● **YOUR INSTRUCTIONS**
Examine the records and identify each line that includes the string "plus". Copy those lines.

Stored data:
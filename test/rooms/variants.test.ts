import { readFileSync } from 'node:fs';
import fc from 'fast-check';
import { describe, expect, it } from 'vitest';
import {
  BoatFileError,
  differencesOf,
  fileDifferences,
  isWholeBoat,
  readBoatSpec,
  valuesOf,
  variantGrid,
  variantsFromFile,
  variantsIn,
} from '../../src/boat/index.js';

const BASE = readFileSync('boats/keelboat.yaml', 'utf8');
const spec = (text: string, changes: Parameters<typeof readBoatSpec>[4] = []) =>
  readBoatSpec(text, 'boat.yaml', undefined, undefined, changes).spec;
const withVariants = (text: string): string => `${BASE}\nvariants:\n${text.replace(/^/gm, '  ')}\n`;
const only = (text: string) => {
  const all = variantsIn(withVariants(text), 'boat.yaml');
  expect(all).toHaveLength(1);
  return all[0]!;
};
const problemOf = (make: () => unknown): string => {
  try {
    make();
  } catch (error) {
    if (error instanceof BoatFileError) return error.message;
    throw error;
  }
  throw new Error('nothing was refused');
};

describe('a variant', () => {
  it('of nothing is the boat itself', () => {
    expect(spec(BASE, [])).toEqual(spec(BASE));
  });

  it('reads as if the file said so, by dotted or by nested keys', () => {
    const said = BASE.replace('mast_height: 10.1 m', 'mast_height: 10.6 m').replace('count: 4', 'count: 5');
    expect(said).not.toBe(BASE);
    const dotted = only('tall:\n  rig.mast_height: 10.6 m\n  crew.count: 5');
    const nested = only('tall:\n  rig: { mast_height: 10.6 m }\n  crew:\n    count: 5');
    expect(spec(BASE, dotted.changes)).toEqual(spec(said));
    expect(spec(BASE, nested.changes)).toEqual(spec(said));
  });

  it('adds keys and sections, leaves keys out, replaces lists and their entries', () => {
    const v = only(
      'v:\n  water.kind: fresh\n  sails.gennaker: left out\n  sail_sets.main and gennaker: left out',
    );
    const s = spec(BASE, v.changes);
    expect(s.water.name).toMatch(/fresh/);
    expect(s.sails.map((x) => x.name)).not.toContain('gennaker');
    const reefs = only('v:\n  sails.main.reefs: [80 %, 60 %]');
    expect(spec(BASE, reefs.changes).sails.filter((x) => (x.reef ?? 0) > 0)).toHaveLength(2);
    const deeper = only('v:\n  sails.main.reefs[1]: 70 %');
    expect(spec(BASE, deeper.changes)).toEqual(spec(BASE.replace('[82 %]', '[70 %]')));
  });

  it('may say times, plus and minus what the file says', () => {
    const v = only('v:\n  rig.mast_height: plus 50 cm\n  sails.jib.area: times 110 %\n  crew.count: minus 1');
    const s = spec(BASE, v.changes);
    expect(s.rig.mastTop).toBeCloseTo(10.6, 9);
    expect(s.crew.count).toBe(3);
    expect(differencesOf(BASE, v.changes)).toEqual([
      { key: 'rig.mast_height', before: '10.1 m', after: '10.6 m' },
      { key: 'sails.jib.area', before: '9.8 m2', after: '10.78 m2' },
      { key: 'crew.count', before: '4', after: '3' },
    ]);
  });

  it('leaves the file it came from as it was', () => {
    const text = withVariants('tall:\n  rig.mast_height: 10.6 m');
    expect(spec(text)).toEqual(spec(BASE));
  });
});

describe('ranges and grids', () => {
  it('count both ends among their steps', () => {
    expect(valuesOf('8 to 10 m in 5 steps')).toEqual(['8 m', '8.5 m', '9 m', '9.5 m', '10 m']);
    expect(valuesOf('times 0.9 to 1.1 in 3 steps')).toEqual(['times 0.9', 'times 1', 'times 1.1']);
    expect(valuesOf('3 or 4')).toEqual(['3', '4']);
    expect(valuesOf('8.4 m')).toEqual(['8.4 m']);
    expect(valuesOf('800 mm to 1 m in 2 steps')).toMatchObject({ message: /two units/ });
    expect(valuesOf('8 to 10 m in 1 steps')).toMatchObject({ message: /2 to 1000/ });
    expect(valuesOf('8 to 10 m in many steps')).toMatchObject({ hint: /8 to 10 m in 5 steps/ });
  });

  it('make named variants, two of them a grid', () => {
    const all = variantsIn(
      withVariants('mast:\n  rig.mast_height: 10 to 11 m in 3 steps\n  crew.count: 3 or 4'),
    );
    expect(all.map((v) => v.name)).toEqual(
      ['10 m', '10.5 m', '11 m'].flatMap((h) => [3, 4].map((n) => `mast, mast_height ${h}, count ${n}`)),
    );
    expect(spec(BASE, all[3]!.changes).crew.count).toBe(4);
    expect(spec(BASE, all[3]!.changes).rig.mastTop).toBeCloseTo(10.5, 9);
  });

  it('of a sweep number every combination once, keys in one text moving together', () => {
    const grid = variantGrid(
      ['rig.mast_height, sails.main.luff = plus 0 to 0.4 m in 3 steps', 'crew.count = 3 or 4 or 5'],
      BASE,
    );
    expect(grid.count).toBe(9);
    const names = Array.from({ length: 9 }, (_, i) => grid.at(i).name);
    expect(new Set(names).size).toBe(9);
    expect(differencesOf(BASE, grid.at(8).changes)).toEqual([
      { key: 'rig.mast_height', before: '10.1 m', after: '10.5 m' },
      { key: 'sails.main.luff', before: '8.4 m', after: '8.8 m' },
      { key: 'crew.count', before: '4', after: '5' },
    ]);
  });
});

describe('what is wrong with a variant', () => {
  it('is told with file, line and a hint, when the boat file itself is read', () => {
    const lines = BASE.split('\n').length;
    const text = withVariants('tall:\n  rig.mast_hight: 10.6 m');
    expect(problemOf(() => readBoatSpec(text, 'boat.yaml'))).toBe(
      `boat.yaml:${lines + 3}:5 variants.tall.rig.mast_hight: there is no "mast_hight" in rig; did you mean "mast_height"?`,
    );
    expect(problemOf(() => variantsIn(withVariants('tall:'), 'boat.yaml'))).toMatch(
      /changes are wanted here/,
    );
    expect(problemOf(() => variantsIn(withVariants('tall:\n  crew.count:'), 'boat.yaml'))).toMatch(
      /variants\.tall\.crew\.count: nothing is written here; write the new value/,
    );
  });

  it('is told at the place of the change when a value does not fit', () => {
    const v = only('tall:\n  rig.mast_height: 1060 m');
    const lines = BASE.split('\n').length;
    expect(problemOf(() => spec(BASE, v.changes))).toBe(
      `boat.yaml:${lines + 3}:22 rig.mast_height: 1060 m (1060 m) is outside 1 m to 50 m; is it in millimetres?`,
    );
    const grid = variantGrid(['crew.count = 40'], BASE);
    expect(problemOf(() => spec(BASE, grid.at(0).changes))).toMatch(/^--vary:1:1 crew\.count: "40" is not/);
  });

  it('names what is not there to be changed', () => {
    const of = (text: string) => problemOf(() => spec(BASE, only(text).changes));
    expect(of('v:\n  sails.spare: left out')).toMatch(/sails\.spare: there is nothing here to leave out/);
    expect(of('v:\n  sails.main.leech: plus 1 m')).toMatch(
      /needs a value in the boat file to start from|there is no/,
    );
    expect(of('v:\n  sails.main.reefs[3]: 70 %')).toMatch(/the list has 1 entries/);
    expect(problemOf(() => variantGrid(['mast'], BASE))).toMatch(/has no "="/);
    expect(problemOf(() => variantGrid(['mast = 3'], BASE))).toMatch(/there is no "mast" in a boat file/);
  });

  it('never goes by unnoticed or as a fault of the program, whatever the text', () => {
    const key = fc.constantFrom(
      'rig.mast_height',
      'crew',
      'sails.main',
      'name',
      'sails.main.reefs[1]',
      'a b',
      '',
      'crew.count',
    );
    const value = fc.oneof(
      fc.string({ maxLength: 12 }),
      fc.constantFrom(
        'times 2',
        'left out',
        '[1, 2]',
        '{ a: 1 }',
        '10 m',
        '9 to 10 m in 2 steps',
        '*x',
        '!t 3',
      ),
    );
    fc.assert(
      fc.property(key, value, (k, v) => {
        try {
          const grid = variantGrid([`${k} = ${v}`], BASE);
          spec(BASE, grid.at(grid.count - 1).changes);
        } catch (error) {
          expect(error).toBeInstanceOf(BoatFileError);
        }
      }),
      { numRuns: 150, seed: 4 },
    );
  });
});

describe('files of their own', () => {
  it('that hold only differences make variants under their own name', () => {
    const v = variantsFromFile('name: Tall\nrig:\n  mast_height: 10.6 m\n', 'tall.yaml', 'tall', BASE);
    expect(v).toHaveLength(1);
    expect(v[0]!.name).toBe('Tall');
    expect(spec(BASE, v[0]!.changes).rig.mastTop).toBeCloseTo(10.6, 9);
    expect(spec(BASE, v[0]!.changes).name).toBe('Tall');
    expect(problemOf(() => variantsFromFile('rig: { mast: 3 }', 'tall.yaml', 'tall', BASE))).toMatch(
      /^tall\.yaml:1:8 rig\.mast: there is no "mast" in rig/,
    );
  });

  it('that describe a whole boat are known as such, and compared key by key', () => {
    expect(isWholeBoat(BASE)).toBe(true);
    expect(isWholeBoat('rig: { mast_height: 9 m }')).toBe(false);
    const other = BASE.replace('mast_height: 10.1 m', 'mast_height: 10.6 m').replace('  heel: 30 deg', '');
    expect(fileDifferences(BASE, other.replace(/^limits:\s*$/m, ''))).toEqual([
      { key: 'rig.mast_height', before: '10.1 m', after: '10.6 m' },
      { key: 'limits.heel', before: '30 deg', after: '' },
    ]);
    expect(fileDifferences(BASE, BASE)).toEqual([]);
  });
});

* * *

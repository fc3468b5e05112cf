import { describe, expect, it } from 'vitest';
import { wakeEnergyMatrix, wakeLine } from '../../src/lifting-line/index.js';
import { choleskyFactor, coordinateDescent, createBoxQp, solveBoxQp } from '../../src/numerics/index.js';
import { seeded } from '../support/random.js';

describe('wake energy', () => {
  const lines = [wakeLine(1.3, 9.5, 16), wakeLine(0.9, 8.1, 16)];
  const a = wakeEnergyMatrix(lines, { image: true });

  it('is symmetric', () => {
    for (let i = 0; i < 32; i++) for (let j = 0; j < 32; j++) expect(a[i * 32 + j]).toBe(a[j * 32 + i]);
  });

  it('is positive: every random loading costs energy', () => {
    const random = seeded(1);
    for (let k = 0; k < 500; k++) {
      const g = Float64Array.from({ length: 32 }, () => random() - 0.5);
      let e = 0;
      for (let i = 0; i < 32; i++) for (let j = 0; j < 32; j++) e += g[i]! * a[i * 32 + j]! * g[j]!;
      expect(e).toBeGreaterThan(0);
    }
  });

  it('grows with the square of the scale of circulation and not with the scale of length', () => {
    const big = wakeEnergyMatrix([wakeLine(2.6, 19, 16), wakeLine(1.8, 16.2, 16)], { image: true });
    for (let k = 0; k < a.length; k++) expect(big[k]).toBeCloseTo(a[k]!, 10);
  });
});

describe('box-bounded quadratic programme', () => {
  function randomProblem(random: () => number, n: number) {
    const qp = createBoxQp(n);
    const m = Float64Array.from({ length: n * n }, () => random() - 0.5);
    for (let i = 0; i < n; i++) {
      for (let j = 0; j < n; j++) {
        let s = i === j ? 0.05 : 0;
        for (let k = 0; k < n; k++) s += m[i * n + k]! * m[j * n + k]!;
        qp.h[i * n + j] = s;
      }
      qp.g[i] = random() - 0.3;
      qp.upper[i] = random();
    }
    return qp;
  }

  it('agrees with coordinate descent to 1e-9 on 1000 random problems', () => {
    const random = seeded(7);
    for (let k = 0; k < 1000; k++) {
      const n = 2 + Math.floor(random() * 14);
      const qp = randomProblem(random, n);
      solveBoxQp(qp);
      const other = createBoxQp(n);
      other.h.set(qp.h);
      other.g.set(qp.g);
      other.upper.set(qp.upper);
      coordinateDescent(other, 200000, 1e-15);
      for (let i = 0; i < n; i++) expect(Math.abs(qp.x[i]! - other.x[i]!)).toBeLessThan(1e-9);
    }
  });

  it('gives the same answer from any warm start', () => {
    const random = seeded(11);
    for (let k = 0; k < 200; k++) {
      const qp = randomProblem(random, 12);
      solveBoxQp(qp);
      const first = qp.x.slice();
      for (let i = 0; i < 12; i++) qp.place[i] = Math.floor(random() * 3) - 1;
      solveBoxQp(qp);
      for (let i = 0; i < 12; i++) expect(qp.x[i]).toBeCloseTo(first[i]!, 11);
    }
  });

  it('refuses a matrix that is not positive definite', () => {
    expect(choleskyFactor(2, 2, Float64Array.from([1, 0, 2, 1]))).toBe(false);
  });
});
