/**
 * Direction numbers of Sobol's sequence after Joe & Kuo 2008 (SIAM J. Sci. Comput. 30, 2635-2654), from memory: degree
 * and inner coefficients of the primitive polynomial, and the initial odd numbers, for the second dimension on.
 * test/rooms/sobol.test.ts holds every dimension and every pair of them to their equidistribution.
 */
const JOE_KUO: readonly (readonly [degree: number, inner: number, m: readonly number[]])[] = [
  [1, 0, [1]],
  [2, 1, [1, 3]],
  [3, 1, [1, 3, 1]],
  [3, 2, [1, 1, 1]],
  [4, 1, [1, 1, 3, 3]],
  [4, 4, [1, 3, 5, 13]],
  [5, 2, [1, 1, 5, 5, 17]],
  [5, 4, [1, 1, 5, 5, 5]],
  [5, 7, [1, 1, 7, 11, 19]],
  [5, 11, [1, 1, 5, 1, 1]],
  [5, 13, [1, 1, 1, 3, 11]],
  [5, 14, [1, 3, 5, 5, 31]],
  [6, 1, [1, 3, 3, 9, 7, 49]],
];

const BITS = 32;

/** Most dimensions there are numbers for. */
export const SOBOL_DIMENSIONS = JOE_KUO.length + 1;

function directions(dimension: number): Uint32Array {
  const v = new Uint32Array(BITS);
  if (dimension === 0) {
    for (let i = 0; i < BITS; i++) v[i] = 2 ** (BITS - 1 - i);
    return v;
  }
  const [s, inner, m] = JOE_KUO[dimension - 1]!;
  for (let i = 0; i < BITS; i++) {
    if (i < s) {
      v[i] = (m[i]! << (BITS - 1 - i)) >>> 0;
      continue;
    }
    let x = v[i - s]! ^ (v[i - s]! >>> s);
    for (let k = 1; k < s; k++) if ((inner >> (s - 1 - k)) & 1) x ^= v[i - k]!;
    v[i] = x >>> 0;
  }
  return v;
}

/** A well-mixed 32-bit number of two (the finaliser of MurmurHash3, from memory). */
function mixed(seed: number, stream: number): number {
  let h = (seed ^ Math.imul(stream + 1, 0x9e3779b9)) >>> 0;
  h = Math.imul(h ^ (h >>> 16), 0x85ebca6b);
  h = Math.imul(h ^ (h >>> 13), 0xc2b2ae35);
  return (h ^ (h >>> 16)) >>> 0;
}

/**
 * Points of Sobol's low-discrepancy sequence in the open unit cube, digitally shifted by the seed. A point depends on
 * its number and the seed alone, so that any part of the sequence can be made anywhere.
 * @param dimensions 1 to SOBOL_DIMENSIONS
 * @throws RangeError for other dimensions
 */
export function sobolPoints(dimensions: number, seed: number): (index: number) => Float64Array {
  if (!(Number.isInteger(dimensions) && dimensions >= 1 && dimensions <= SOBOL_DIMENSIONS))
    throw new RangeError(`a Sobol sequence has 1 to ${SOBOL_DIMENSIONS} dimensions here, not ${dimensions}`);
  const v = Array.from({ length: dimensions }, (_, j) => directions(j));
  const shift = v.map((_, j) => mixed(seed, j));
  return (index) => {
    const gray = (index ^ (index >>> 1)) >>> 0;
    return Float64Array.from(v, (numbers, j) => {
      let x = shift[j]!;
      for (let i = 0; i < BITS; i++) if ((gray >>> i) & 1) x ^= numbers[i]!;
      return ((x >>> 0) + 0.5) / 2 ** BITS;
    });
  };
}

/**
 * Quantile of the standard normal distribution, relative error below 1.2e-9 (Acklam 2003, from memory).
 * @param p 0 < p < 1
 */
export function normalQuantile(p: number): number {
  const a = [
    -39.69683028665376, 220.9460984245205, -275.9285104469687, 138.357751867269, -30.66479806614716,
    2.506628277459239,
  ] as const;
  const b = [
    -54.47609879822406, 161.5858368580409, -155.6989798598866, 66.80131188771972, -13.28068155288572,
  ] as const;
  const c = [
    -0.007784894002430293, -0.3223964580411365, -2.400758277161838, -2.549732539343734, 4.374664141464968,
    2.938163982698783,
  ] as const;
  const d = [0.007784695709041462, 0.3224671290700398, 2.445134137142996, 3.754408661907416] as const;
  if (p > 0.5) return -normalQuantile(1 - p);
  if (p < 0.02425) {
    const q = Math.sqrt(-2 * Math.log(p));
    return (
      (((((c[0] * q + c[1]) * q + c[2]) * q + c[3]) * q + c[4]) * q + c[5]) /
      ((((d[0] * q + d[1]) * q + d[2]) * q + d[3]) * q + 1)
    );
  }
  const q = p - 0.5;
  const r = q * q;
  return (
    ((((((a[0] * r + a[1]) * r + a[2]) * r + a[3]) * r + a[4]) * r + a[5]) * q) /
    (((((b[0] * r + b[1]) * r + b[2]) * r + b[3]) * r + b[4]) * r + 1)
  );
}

● **RESULT**
  it('may say times, plus and minus what the file says', () => {
    const v = only('v:\n  rig.mast_height: plus 50 cm\n  sails.jib.area: times 110 %\n  crew.count: minus 1');
      ['rig.mast_height, sails.main.luff = plus 0 to 0.4 m in 3 steps', 'crew.count = 3 or 4 or 5'],
    expect(of('v:\n  sails.main.leech: plus 1 m')).toMatch(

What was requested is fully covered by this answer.